Tout en parlant, elle ne quittait pas des yeux Severus qui était comme pétrifié.

« Après, on finit par moins y penser. La colère passe. On se reconstruit. On ré-apprend l'amitié. On ré-apprend à faire confiance. La vie continue. »

Toujours immobile, Severus se raidit encore davantage. Lily ne le quittait pas des yeux, sondant au plus profond de son être pour y déceler la moindre de ses réactions. Son regard habituellement si fier et assuré semblait avoir été envahi d'une humilité qu'elle ne lui connaissait que trop peu.

Elle inspira profondément.

« Et puis, un jour, parfois très longtemps après, ou peut-être très rapidement, on prend conscience qu'on ne voyait qu'une toute petite partie du tableau. Que cet ami était un être complexe. Et qu'il avait peut-être eu besoin d'aide à ce moment-là. Qu'au lieu de colère, on aurait peut-être pu remplir son cœur de compassion. »

Severus sursauta, mais Lily ne s'interrompit pas.

« Peut-être que ton ami a simplement besoin d'aide. Peut-être a-t-il besoin qu'on le guide. »

Hayley resta un long moment silencieuse, semblant prendre son temps pour intégrer ce que sa grande tante lui avait dit.

« Assez ! » résonna enfin la voix de Severus Snape, tranchant le silence brutalement.

Hayley ouvrit les yeux et le découvrit la dévisageant d'un regard noir.

« Jeune fille, c'est un cours de potion ici, pas une pyjama party, allez tout de suite vous rendre présentable et prête à vous concentrer sur votre potion de ratatinage ! »

Le ton avait été si ferme que Hayley ne se le fit pas répéter une deuxième fois et s'empressa de rassembler ses affaires pour se diriger vers la salle de bain.

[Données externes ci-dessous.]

import { and, asc, eq, isNull } from 'drizzle-orm'
import { allowanceOf } from '#shared/physics/link/allowance'
import type { MeanElements } from '#shared/physics/types'
import type { ComparisonOut } from '#shared/schemas/elements'
import { elementSets, links, spacecraft, stations } from '~~/server/database/schema'
import { runTask } from '~~/server/workers/pool'
import type { Deps } from '../context'
import { manoeuvresOf } from '../manoeuvres/manoeuvres-of'
import { learnedAccuracy } from '../prediction/learned-accuracy'
import type { SpacecraftRow } from '../prediction/models'
import { alongTrackOf, linkModelOf, siteOf } from '../prediction/models'
import { readSettings } from '../settings/read-settings'
import { ut1InForce } from '../settings/ut1-in-force'
import { findSet } from './use-element-set'

const SPAN_MS = 48 * 3_600_000
const DAY_MS = 86_400_000

/**
 * Shift of prediction: the passes of the next 48 h over every station by this set against those by the set in use,
 * per link against its allowance, where it has the spacecraft over a day, and warnings with their reasons. Without a
 * set in use every pass is new.
 */
export async function compareElementSet({ db, now }: Pick<Deps, 'db' | 'now'>, { id }: { id: string }): Promise<ComparisonOut> {
  const set = await findSet(db, id)
  const [craft] = set.spacecraftId ? await db.select().from(spacecraft).where(eq(spacecraft.id, set.spacecraftId)) : []
  const [inUse] = craft?.inUseSetId ? await db.select().from(elementSets).where(eq(elementSets.id, craft.inUseSetId)) : []
  const stationRows = await db.select().from(stations).where(isNull(stations.retiredAt)).orderBy(asc(stations.name))
  const linkRows = craft ? await db.select().from(links).where(and(eq(links.spacecraftId, craft.id), isNull(links.retiredAt))).orderBy(asc(links.name)) : []
  const manoeuvres = craft ? await manoeuvresOf({ db }, craft.id) : []
  const settings = await readSettings(db)
  // What flies now says how far a set may be from it; the candidate must not excuse itself.
  const accuracyOf = async (craft: SpacecraftRow, elements: MeanElements) =>
    alongTrackOf(craft, elements, await learnedAccuracy({ db }, { spacecraftId: craft.id, elements: (inUse ?? set).elements, settings }), manoeuvres)

  const fromMs = now.getTime()
  const facts = linkRows.map(row => ({ id: row.id, name: row.name, allowanceHz: allowanceOf(linkModelOf(row)).allowanceHz }))
  const compared = await runTask('compare-sets', {
    candidate: { elements: set.elements, accuracy: craft ? await accuracyOf(craft, set.elements) : null },
    inUse: craft && inUse ? { elements: inUse.elements, accuracy: await accuracyOf(craft, inUse.elements) } : null,
    stations: stationRows.map(row => ({ id: row.id, site: siteOf(row) })),
    links: linkRows.map(({ id, direction, carrierHz, turnaroundNumerator }, i) => ({ id, direction, carrierHz, isCoherent: turnaroundNumerator !== null, allowanceHz: facts[i]!.allowanceHz })),
    fromMs, toMs: fromMs + SPAN_MS, horizonEndMs: fromMs + settings.horizonDays * DAY_MS,
    ut1MinusUtcS: ut1InForce(settings, now).ut1MinusUtcS,
  })

  const stationName = (id: string) => stationRows.find(row => row.id === id)!.name
  const link = (id: string) => facts.find(fact => fact.id === id)!
  const passes: ComparisonOut['passes'] = compared.passes.map(({ aosMs, links, ...pass }) => ({
    ...pass,
    stationName: stationName(pass.stationId),
    aos: isoOf(aosMs),
    links: links.map(({ id, worstShiftHz }) => ({ linkId: id, linkName: link(id).name, allowanceHz: link(id).allowanceHz, worstShiftHz })),
  }))
  const worstByLink = worstOf(passes)
  return {
    setId: id,
    inUseSetId: craft?.inUseSetId ?? null,
    warnings: [...compared.warnings],
    passes,
    worstByLink,
    largest: {
      shiftS: Math.max(0, ...passes.flatMap(pass => [pass.aosShiftS, pass.culminationShiftS, pass.losShiftS].map(shift => Math.abs(shift ?? 0)))),
      allowanceShare: Math.max(0, ...worstByLink.map(({ share }) => share)),
    },
    jumpSigmas: compared.jumpSigmas,
    difference: compared.difference.map(({ atMs, ...offset }) => ({ at: isoOf(atMs), ...offset })),
    curve: compared.curve && {
      stationName: stationName(compared.curve.stationId), aos: isoOf(compared.curve.aosMs), linkName: link(compared.curve.linkId).name, allowanceHz: link(compared.curve.linkId).allowanceHz,
      samples: compared.curve.samples.map(({ atMs, ...hz }) => ({ at: isoOf(atMs), ...hz })),
    },
  }
}

const isoOf = (ms: number) => new Date(Math.round(ms)).toISOString()

/** Of each link the pass that moves it most; the link that is moved most first. */
function worstOf(passes: ComparisonOut['passes']): ComparisonOut['worstByLink'] {
  const worst = new Map<string, ComparisonOut['worstByLink'][number]>()
  for (const { stationName, aos, links } of passes) {
    for (const link of links) {
      const share = link.worstShiftHz / link.allowanceHz
      if (share >= (worst.get(link.linkId)?.share ?? 0)) worst.set(link.linkId, { ...link, share, stationName, aos })
    }
  }
  return [...worst.values()].sort((a, b) => b.share - a.share)
}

Le silence se fit entre Severus et Lily, qui continuaient à se regarder sans oser dire un mot. Enfin, Severus parvint à ouvrir la bouche.

« Lily, je … Je suis désolé. »

Lily eut un sourire triste, empli de fatalisme et de nostalgie.

« Ça va. Ça ira. J'aurais peut-être pu ...

- Non. Ça ne va pas, fit-il d'un ton ferme. Et non, tu n'aurais pas pu ou dû ou je ne sais quoi. Tu as essayé de m'aider. Tu as fait ce que tu pouvais. C'est moi. C'est moi qui n'ai pas écouté. Tu n'as rien à te reprocher. C'est moi qui suis désolé. »

Elle ne le quittait pas des yeux et le contemplait de plus en plus intensément. Il semblait enfin comprendre la peine qu'il lui avait causée lors de leurs dernières années à Poudlard. Enfin, comme si cela la libérait d'un poids qui lui avait pesé pendant toutes ces années, elle murmura en un souffle :

« Merci. »

Severus hocha doucement la tête, puis releva malgré tout un sourcil surpris.

« Ce n'est pas la première fois que je te demande pardon. Pourquoi accepter mes excuses maintenant ? »

Le visage de Lily s'entr'ouvrit d'un sourire timide, un peu plus large que le précédent, et un peu plus joyeux.

« Parce que c'est la première fois que je te crois. »

Alors un poids équivalent à celui de Lily s'envola du cœur de Severus, qui sentit malgré lui ses lèvres se détendre en un sourire.